What the task asks:
Begin at the first line below and copy each line exactly, ending with the line where "if p.is_dir() &&" appears.

START Supplied records

//! Embeds every `.ron` file of the top-level `windows/` folder (and its `machines/` subfolder)
//! into the binary as the built-in library.
use std::fmt::Write as _;
use std::path::Path;

fn collect(dir: &Path, prefix: &str, out: &mut Vec<(String, String)>) {
    let Ok(entries) = std::fs::read_dir(dir) else {
        return;
    };
    let mut paths: Vec<_> = entries.filter_map(Result::ok).map(|e| e.path()).collect();
    paths.sort();
    for p in paths {
        let name = p
            .file_name()
            .and_then(|n| n.to_str())
            .unwrap_or_default()
            .to_string();
        if name.starts_with('.') {
            continue;
        }
        if p.is_dir() && prefix.is_empty() && name == "machines" {
            collect(&p, "machines/", out);
        } else if p.extension().and_then(|e| e.to_str()) == Some("ron") {
            out.push((
                format!("{prefix}{name}"),
                p.canonicalize().unwrap_or(p).display().to_string(),
            ));
        }
    }
}

fn main() {
    let manifest = std::env::var("CARGO_MANIFEST_DIR").unwrap_or_else(|_| ".".into());
    let windows = Path::new(&manifest).join("../../windows");
    println!("cargo:rerun-if-changed={}", windows.display());
    println!(
        "cargo:rerun-if-changed={}",
        windows.join("machines").display()
    );
    let mut files = Vec::new();
    collect(&windows, "", &mut files);
    let mut code = String::from("/// Built-in library files: (path below windows/, contents).\npub static BUILTIN_FILES: &[(&str, &str)] = &[\n");
    for (rel, abs) in &files {
        println!("cargo:rerun-if-changed={abs}");
        let _ = writeln!(code, "    ({rel:?}, include_str!({abs:?})),");
    }
    code.push_str("];\n");
    let out =
        Path::new(&std::env::var("OUT_DIR").unwrap_or_else(|_| ".".into())).join("builtin.rs");
    if let Err(e) = std::fs::write(&out, code) {
        panic!("cannot write {}: {e}", out.display());
    }
}
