impl BlockOutputs {
    /// Outputs to be written into `dir` (created if needed).
    pub fn new(dir: &Path) -> anyhow::Result<Self> {
        std::fs::create_dir_all(dir).with_context(|| format!("cannot create output folder {}", dir.display()))?;
        Ok(Self { dir: dir.to_path_buf(), stats: GrandStats::default(), columns: None, basis: None, limits: None, peaks: PeakValues::default() })
    }

    /// Outputs of a single night's calibrated reduction, into `dir`: [`BlockOutputs::take`]
    /// also computes each bin's limit from its own values, with `basis` and the flag stage's
    /// threshold ([`crate::limits::single_night_limits`]), and the limit outputs are written.
    pub fn calibrated(dir: &Path, basis: LimitBasis) -> anyhow::Result<Self> {
        Ok(Self { basis: Some(basis), ..Self::new(dir)? })
    }

    /// The sink for `results.h5`.
    pub fn results_sink(&self) -> ResultsSink {
        ResultsSink { path: staged(&self.dir, "results.h5"), file: None }
    }

    /// Takes in one run of bins (in grid order): the statistics, plot columns and (made by
    /// [`BlockOutputs::calibrated`]) the limit outputs here, and the values for `results.h5`,
    /// returned.
    pub fn take(&mut self, bins: &Bins<'_>) -> anyhow::Result<ResultBlock> {
        let Some(basis) = &self.basis else {
            self.add_spectrum(bins);
            return Ok(ResultBlock::of(bins));
        };
        let assumptions = match &self.limits {
            Some(open) => open.assumptions.clone(),
            None => basis.at_threshold(Some(bins.threshold).filter(|t| !t.is_nan())).map_err(anyhow::Error::msg)?,
        };
        let limits = crate::limits::single_night_limits(
            &assumptions,
            bins.origin_hz,
            bins.bin_width_hz,
            bins.first_bin,
            bins.sigma_a,
            bins.predicted_spread,
            bins.grand,
        );
        let block = self.take_with(bins, assumptions, &limits)?;
        self.peaks.keep_above(bins);
        Ok(block)
    }

    /// Takes in one run of bins as [`BlockOutputs::take`] does, with the limits of a whole
    /// in-memory reduction (those of these bins are used).
    pub fn take_limited(&mut self, bins: &Bins<'_>, limits: &Limits) -> anyhow::Result<ResultBlock> {
        let own = limits.bins.get(bins.first_bin..bins.first_bin + bins.grand.len()).context("the limits do not cover the reduction's grid")?;
        self.take_with(bins, limits.assumptions.clone(), own)
    }

    fn add_spectrum(&mut self, bins: &Bins<'_>) {
        self.stats.add(bins);
        self.columns.get_or_insert_with(|| Columns::new(bins.grid_bins)).add(bins);
    }

    /// Takes in `bins` with their `limits` (made with `assumptions`).
    fn take_with(&mut self, bins: &Bins<'_>, assumptions: crate::limits::LimitAssumptions, limits: &[BinLimit]) -> anyhow::Result<ResultBlock> {
        self.add_spectrum(bins);
        let open = match &mut self.limits {
            Some(open) => open,
            None => self.limits.insert(LimitOutputs::open(&self.dir, assumptions, bins.grid_bins)?),
        };
        open.add(bins.first_bin, limits)?;
        Ok(ResultBlock::of(bins).with_limits(limits))
    }

    /// Writes the remaining outputs of `reduction` (whose bins all went through
    /// [`BlockOutputs::take`], and into `results`) and renames every file into place.
    /// `calibration` is the one the limits were made with (None without).
    pub fn finish(
        self,
        reduction: &Reduction,
        mut results: ResultsSink,
        config_text: &str,
        provenance: &Provenance,
        calibration: Option<&Calibration>,
    ) -> anyhow::Result<Finished> {
        let dir = &self.dir;
        let mut names = vec!["results.h5", "candidates.csv", "summary.json", "grand_spectrum.png", "grand_spectrum.svg"];
        let tmp = |n: &str| staged(dir, n);
        let clean = || {
            // Earlier results stay as they were; the partial temporary files go.
            for n in names.iter().chain(LIMIT_OUTPUTS.iter()) {
                let _ = std::fs::remove_file(tmp(n));
            }
        };
        anyhow::ensure!(calibration.is_some() == self.limits.is_some(), "writing the outputs: a calibration needs limits and limits a calibration");
        let has_table = self.limits.as_ref().is_some_and(LimitOutputs::has_table);
        let (limits, exclusion) = match self.limits.map(LimitOutputs::finish).transpose() {
            Ok(done) => done.unzip(),
            Err(e) => {
                clean();
                return Err(e);
            }
        };
        let sp = &reduction.spectrum;
        let columns = self.columns.unwrap_or_else(|| Columns::new(0));
        let facts = plot::PlotFacts { origin_hz: sp.rf_start_hz, bin_width_hz: sp.bin_width_hz, threshold: sp.threshold, candidates: &sp.candidates };
        let file = results.file.take().context("writing results.h5: the reduction gave no RF bin")?;
        // Tables and plots are drawn side by side (the plots make no HDF5 call).
        let (tables, plots) = rayon::join(
            || -> anyhow::Result<()> {
                finish_hdf5(file, sp, config_text, provenance, limits.as_ref().map(|l| &l.assumptions)).context("writing results.h5")?;
                reduction.write_csv(&tmp(names[1]), calibration.map(|c| (c, &self.peaks))).context("writing candidates.csv")?;
                let summary = reduction.summary_with(&self.stats, provenance, calibration, limits.clone());
                std::fs::write(tmp(names[2]), serde_json::to_string_pretty(&summary)?).context("writing summary.json")?;
                Ok(())
            },
            || -> anyhow::Result<()> {
                plot::grand_spectrum(&columns, &facts, &tmp(names[3]), &tmp(names[4])).context("drawing the grand spectrum")?;
                if let (Some(limits), Some(exclusion)) = (&limits, &exclusion) {
                    let title = format!("Exclusion at {:.0}% confidence (eta = {:.3})", 100.0 * limits.confidence, limits.assumptions.eta);
                    crate::limits::exclusion_plot(exclusion, &title, &tmp(LIMIT_OUTPUTS[2]), &tmp(LIMIT_OUTPUTS[3])).context("drawing the exclusion plot")?;
                }
                Ok(())
            },
        );
        if let Err(e) = tables.and(plots) {
            clean();
            return Err(e);
        }
        if limits.is_some() {
            names.extend(LIMIT_OUTPUTS.iter().filter(|&&n| has_table || n != LIMITS_CSV));
        }
        let written = names
            .iter()
            .map(|n| {
                let to = dir.join(n);
                std::fs::rename(tmp(n), &to).with_context(|| format!("renaming into {}", to.display()))?;
                Ok(to)
            })
            .collect::<anyhow::Result<Vec<PathBuf>>>()?;
        // Limits of an earlier reduction would not describe this one.
        for n in LIMIT_OUTPUTS.iter().filter(|n| !names.contains(n)) {
            let stale = dir.join(n);
            if stale.exists() {
                std::fs::remove_file(&stale).with_context(|| format!("removing the earlier {}", stale.display()))?;
                match limits {
                    None => tracing::info!("removed {} of an earlier reduction: this one has no calibration, hence no limits", stale.display()),
                    Some(_) => tracing::info!("removed {} of an earlier reduction: this one's per-bin limits are in results.h5 only", stale.display()),
                }
            }
        }
        Ok(Finished { written, stats: self.stats, limits, peaks: self.peaks })
    }
}

/// What [`BlockOutputs::finish`] gives back for the console.
pub struct Finished {
    /// The written paths.
    pub written: Vec<PathBuf>,
    /// The grand-spectrum statistics.
    pub stats: GrandStats,
    /// With a calibration, the limit range.
    pub limits: Option<LimitRange>,
    /// With a calibration, the values the candidates' implied couplings need.
    pub peaks: PeakValues,
}

impl Reduction {
    /// One row per candidate; with a calibration also the implied coupling |g|/g_ref and the
    /// SNR a reference axion has at that frequency (both use eta).
    fn write_csv(&self, path: &Path, calibration: Option<(&Calibration, &PeakValues)>) -> anyhow::Result<()> {
        let mut w = csv::Writer::from_path(path)?;
        let mut header = vec!["frequency_hz", "significance", "first_bin", "last_bin", "revisit_cavity_hz", "n_covering_steps"];
        if calibration.is_some() {
            header.extend(["implied_coupling_rel_ref", "reference_axion_snr"]);
        }
        w.write_record(&header)?;
        for c in &self.spectrum.candidates {
            let mut row = vec![
                format!("{:.3}", c.frequency_hz),
                format!("{:.4}", c.significance),
                c.first_bin.to_string(),
                c.last_bin.to_string(),
                format!("{:.3}", c.revisit_cavity_hz),
                c.covering_steps.len().to_string(),
            ];
            if let Some((cal, peaks)) = calibration {
                let (rel, snr) = peaks.implied(c, cal.attenuation.eta);
                row.extend([format!("{rel:.4}"), format!("{snr:.3}")]);
            }
            w.write_record(&row)?;
        }
        w.flush()?;
        Ok(())
    }
}

/// Completes a results file whose per-bin datasets (the limits' too) are written: the limit
/// assumptions (with a calibration), the candidates and the provenance; closes it.
fn finish_hdf5(
    results: ResultsFile,
    sp: &crate::stage::Spectrum,
    config_text: &str,
    provenance: &Provenance,
    limits: Option<&crate::limits::LimitAssumptions>,
) -> anyhow::Result<()> {
    let file = results.file();
    if let Some(assumptions) = limits {
        results.text_attr("limit_assumptions", &serde_json::to_string(assumptions)?)?;
    }
    let cand_f: Vec<f64> = sp.candidates.iter().map(|c| c.frequency_hz).collect();
    let cand_s: Vec<f64> = sp.candidates.iter().map(|c| c.significance).collect();
    let g = file.create_group("candidates")?;
    ResultsFile::described(&g, "frequency_hz", &cand_f, "Hz", "axion frequency hypothesis (line start) of each candidate's most significant bin")?;
    ResultsFile::described(&g, "significance", &cand_s, "1", "grand-spectrum value of each candidate's most significant bin")?;
    results.text_attr("tool_version", &provenance.tool_version)?;
    results.text_attr("config_sha256", &provenance.config_sha256)?;
    results.text_attr("config_text", config_text)?;
    results.text_attr("inputs", &serde_json::to_string(&provenance.inputs)?)?;
    results.close()?;
    Ok(())
}
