/// The analysis state: nights, tracked candidates by class with evidence and rescan plan,
/// the limit range.
fn across_nights(out: &mut String, d: &ReportData) {
    let Some(st) = &d.state else { return };
    let c = &st.candidates_by_class;
    out.push_str("<div class=\"cards\">");
    let files: usize = st.nights.iter().map(|n| n.files.len()).sum();
    card(out, "Nights", &st.nights.len().to_string(), &format!("{files} run file(s), state generation {}", st.generation));
    card(
        out,
        "Covered",
        &format!("{:.3} MHz", st.covered_hz / 1e6),
        &st.rf_span_hz.map_or("no bins".into(), |(lo, hi)| format!("{:.4} to {:.4} MHz", lo / 1e6, hi / 1e6)),
    );
    card(
        out,
        "Tracked candidates",
        &st.candidates.len().to_string(),
        &format!("{} new, {} persist, {} cleared, {} interference", c.new, c.persists, c.cleared, c.interference),
    );
    match &st.limit {
        Some(l) => card(
            out,
            "Limit range",
            &format!("{:.3} to {:.3} x KSVZ", l.min_rel_ksvz, l.max_rel_ksvz),
            &format!("{:.0}% confidence, {} bins, night {}", 100.0 * l.confidence, l.excluded_bins, l.night),
        ),
        None => card(out, "Limit range", "none", "no update of the state had a calibration"),
    }
    out.push_str("</div><div class=\"scroll\"><table><tr><th class=\"n\">night</th><th>run files</th><th class=\"n\">steps used</th><th>IF lines</th></tr>");
    for n in &st.nights {
        let names: Vec<String> = n.files.iter().map(|f| std::path::Path::new(f).file_name().map_or(f.clone(), |x| x.to_string_lossy().into_owned())).collect();
        let lines = match n.if_line_max_sigma {
            Some(z) => format!("{} IF bin(s), up to {z:.1} sigma", n.if_line_bins.len()),
            None => "none".into(),
        };
        let _ = write!(
            out,
            "<tr><td class=\"n\">{}</td><td>{}</td><td class=\"n\">{} / {}</td><td>{}</td></tr>",
            n.index,
            escape(&names.join(", ")),
            n.n_steps_used,
            n.n_steps,
            escape(&lines)
        );
    }
    out.push_str("</table></div>");
    if st.candidates.is_empty() {
        out.push_str("<p class=\"good\">No candidate is tracked.</p>");
        return;
    }
    out.push_str("<div class=\"scroll\"><table><tr><th class=\"n\">RF frequency (MHz)</th><th>class</th><th class=\"n\">grand</th><th class=\"n\">first night</th><th class=\"n\">retune cavity to (MHz)</th><th class=\"n\">integrate (s)</th><th>evidence</th></tr>");
    let (listed, total) = crate::state::strongest(st.candidates.iter().collect(), crate::state::LISTED_CANDIDATES, |t| t.significance, |t| t.frequency_hz);
    for t in &listed {
        let class = format!("{:?}", t.class).to_lowercase();
        let integrate = if t.rescan_integration_s > 0.0 { format!("{:.0}", t.rescan_integration_s) } else { "&ndash;".into() };
        let _ = write!(
            out,
            "<tr><td class=\"n\">{:.6}</td><td>{}</td><td class=\"n\">{:.2}</td><td class=\"n\">{}</td><td class=\"n\">{:.6}</td><td class=\"n\">{integrate}</td><td>{}</td></tr>",
            t.frequency_hz / 1e6,
            escape(&class),
            t.significance,
            t.first_night,
            t.revisit_cavity_hz / 1e6,
            escape(&t.evidence)
        );
    }
    out.push_str("</table></div>");
    if total > listed.len() {
        let _ = write!(
            out,
            "<p class=\"note\">The {} strongest of {total} tracked candidates, in frequency order; all of them: <code>axsift status --json</code>.</p>",
            listed.len()
        );
    }
    out.push_str("<p class=\"note\">New: flagged, not yet revisited. Persists: still above threshold once data covered it again. Cleared: fell below (its bins count for the limits). Interference: explained by a line at a fixed IF offset (no rescan needed). The integration brings a signal of the candidate's present amplitude to SNR 5 with the night's median T_sys and Q_L; it is advice, and retuning is done under the laboratory's safety rules.</p>");
}

fn exclusion(out: &mut String, d: &ReportData) -> anyhow::Result<()> {
    let Some(l) = &d.limits else { return Ok(()) };
    out.push_str(&plots::exclusion(&l.columns)?);
    let _ = write!(
        out,
        "<p class=\"legend\">{}{}{}</p>",
        swatch("#1f5aa0", "excluded above this line (gaps: not excluded)"),
        swatch("#c82d28", "KSVZ"),
        swatch("#288c46", "DFSZ")
    );
    if let Some(r) = &d.summary.limits {
        let _ = write!(
            out,
            "<p class=\"note\">At {:.0} % confidence with eta = {:.4}: {:.1} % of the bins excluded; limit relative to KSVZ best {}, median {}, worst {}. \
             Candidate bins stay not excluded until rescans clear them.</p>",
            100.0 * r.confidence,
            l.eta,
            100.0 * r.excluded_fraction,
            num(r.best_rel_ksvz, 3),
            num(r.median_rel_ksvz, 3),
            num(r.worst_rel_ksvz, 3)
        );
    }
    Ok(())
}
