/// A night streamed block by block into a state staged in its folder (what `reduce --state`
/// does: the sums written as they are finished, the top samples set aside until the IF
/// profile is complete) gives the same bits as the same night reduced whole and then added
/// (what a shard merge does): sums, IF-line samples, grand spectrum of the span and tracked
/// candidates, over two nights of 400 steps (two blocks of the night's grid each) with an IF
/// line on part of the first, into states of 1000-bin blocks (so a night spans about 80 of
/// them, the night's blocks and the state's are not aligned, and runs above threshold sit
/// within a line width of tile edges). Before the save the staged
/// blocks are in the folder but `state.json` is not; after it, the folder holds exactly the
/// files `state.json` names.
#[test]
fn a_night_streamed_into_a_staged_state_equals_the_night_reduced_whole() {
    let plan = config::load(PIPELINE, "pipeline.toml").unwrap();
    let dir = tempfile::tempdir().unwrap();
    let mut sc = null_scenario(61);
    sc.scan.n_steps = 400;
    sc.scan.first_cavity_freq_hz = 5.2e9;
    sc.axion.push(Axion { freq_hz: 5.2021e9, coupling_rel_ksvz: 1.2 });
    sc.if_burst = BURST_IF_BINS.map(|if_bin| IfBurst { if_bin, power_rel: 0.045, first_step: 60, last_step: 71 }).collect();
    let first = dir.path().join("first.h5");
    sim::simulate(&sc, &first).unwrap();
    let second = night_of_steps(62, 5.2031e9, dir.path(), true, 400);
    let (streamed_dir, whole_dir) = (dir.path().join("streamed"), dir.path().join("whole"));
    for (k, n) in [first, second].iter().enumerate() {
        let load = |d: &Path| State::load(d).unwrap().unwrap_or_else(|| State::with_block_bins(state::plan_hash(&plan), 1000));
        let (mut streamed, mut whole_st) = (load(&streamed_dir), load(&whole_dir));
        streamed.stage_in(&streamed_dir).unwrap();
        let a = state::collecting_span(|out| state::add_night(&mut streamed, &plan, std::slice::from_ref(n), &|_, _| {}, out)).unwrap();
        let reduced = state::reduce_night(&plan, std::slice::from_ref(n)).unwrap();
        let b = state::collecting_span(|out| state::add_reduced_night(&mut whole_st, &plan, reduced, out)).unwrap();
        if k == 0 {
            assert!(!streamed.nights[0].if_lines.is_empty(), "the first night should show its IF line");
            assert!(!streamed_dir.join("state.json").exists());
            assert!(std::fs::read_dir(streamed_dir.join("blocks")).unwrap().count() >= 15, "staged blocks");
        }
        assert_eq!(sums_bits(&streamed), sums_bits(&whole_st), "night {k}");
        let (sa, sb) = (&a.reduction.spectrum, &b.reduction.spectrum);
        assert!(sa.grand.len() > 65536, "{} bins", sa.grand.len());
        assert_eq!((bits(&sa.grand), bits(&sa.amplitude), &sa.coverage), (bits(&sb.grand), bits(&sb.amplitude), &sb.coverage), "night {k}");
        assert_eq!((&sa.candidates, &a.changes), (&sb.candidates, &b.changes), "night {k}");
        assert_eq!(streamed.candidates.all().unwrap(), whole_st.candidates.all().unwrap(), "night {k}");
        assert_eq!(streamed.nights, whole_st.nights);
        if k == 1 {
            // Each earlier candidate the second night re-examined took the highest grand value
            // within a line width of it, here read from the whole span's values.
            let bw = sa.bin_width_hz;
            let reach = (a.match_hz / bw).ceil() as i64;
            let rechecked: Vec<_> = streamed.candidates.all().unwrap().iter().filter(|c| c.first_night == 0 && c.evidence.contains("night 1")).collect();
            assert!(rechecked.len() >= 3, "{} re-examined", rechecked.len());
            for c in rechecked {
                let centre = ((c.frequency_hz + bw / 2.0 - sa.rf_start_hz) / bw).round() as i64;
                let peak = (centre - reach..=centre + reach).map(|j| sa.grand[j as usize]).filter(|g| g.is_finite()).fold(f64::NEG_INFINITY, f64::max);
                assert_eq!(c.significance.to_bits(), peak.to_bits(), "{c:?}");
            }
        }
        streamed.save(&streamed_dir).unwrap();
        whole_st.save(&whole_dir).unwrap();
        let named: std::collections::BTreeSet<String> = streamed.blocks.iter().map(|b| format!("b{}-g{}.h5", b.index, b.generation)).collect();
        let present: std::collections::BTreeSet<String> =
            std::fs::read_dir(streamed_dir.join("blocks")).unwrap().map(|e| e.unwrap().file_name().to_string_lossy().into_owned()).collect();
        assert_eq!(named, present, "night {k}");
    }
    let interference = State::load(&streamed_dir).unwrap().unwrap().candidates.all().unwrap().iter().filter(|c| c.class == Class::Interference).count();
    assert!(interference > 0, "the IF line's candidates are interference");
}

END Supplied records

Task response:
//! Embeds every `.ron` file of the top-level `windows/` folder (and its `machines/` subfolder)
//! into the binary as the built-in library.
use std::fmt::Write as _;
use std::path::Path;

fn collect(dir: &Path, prefix: &str, out: &mut Vec<(String, String)>) {
    let Ok(entries) = std::fs::read_dir(dir) else {
        return;
    };
    let mut paths: Vec<_> = entries.filter_map(Result::ok).map(|e| e.path()).collect();
    paths.sort();
    for p in paths {
        let name = p
            .file_name()
            .and_then(|n| n.to_str())
            .unwrap_or_default()
            .to_string();
        if name.starts_with('.') {
            continue;
        }
        if p.is_dir() && prefix.is_empty() && name == "machines" {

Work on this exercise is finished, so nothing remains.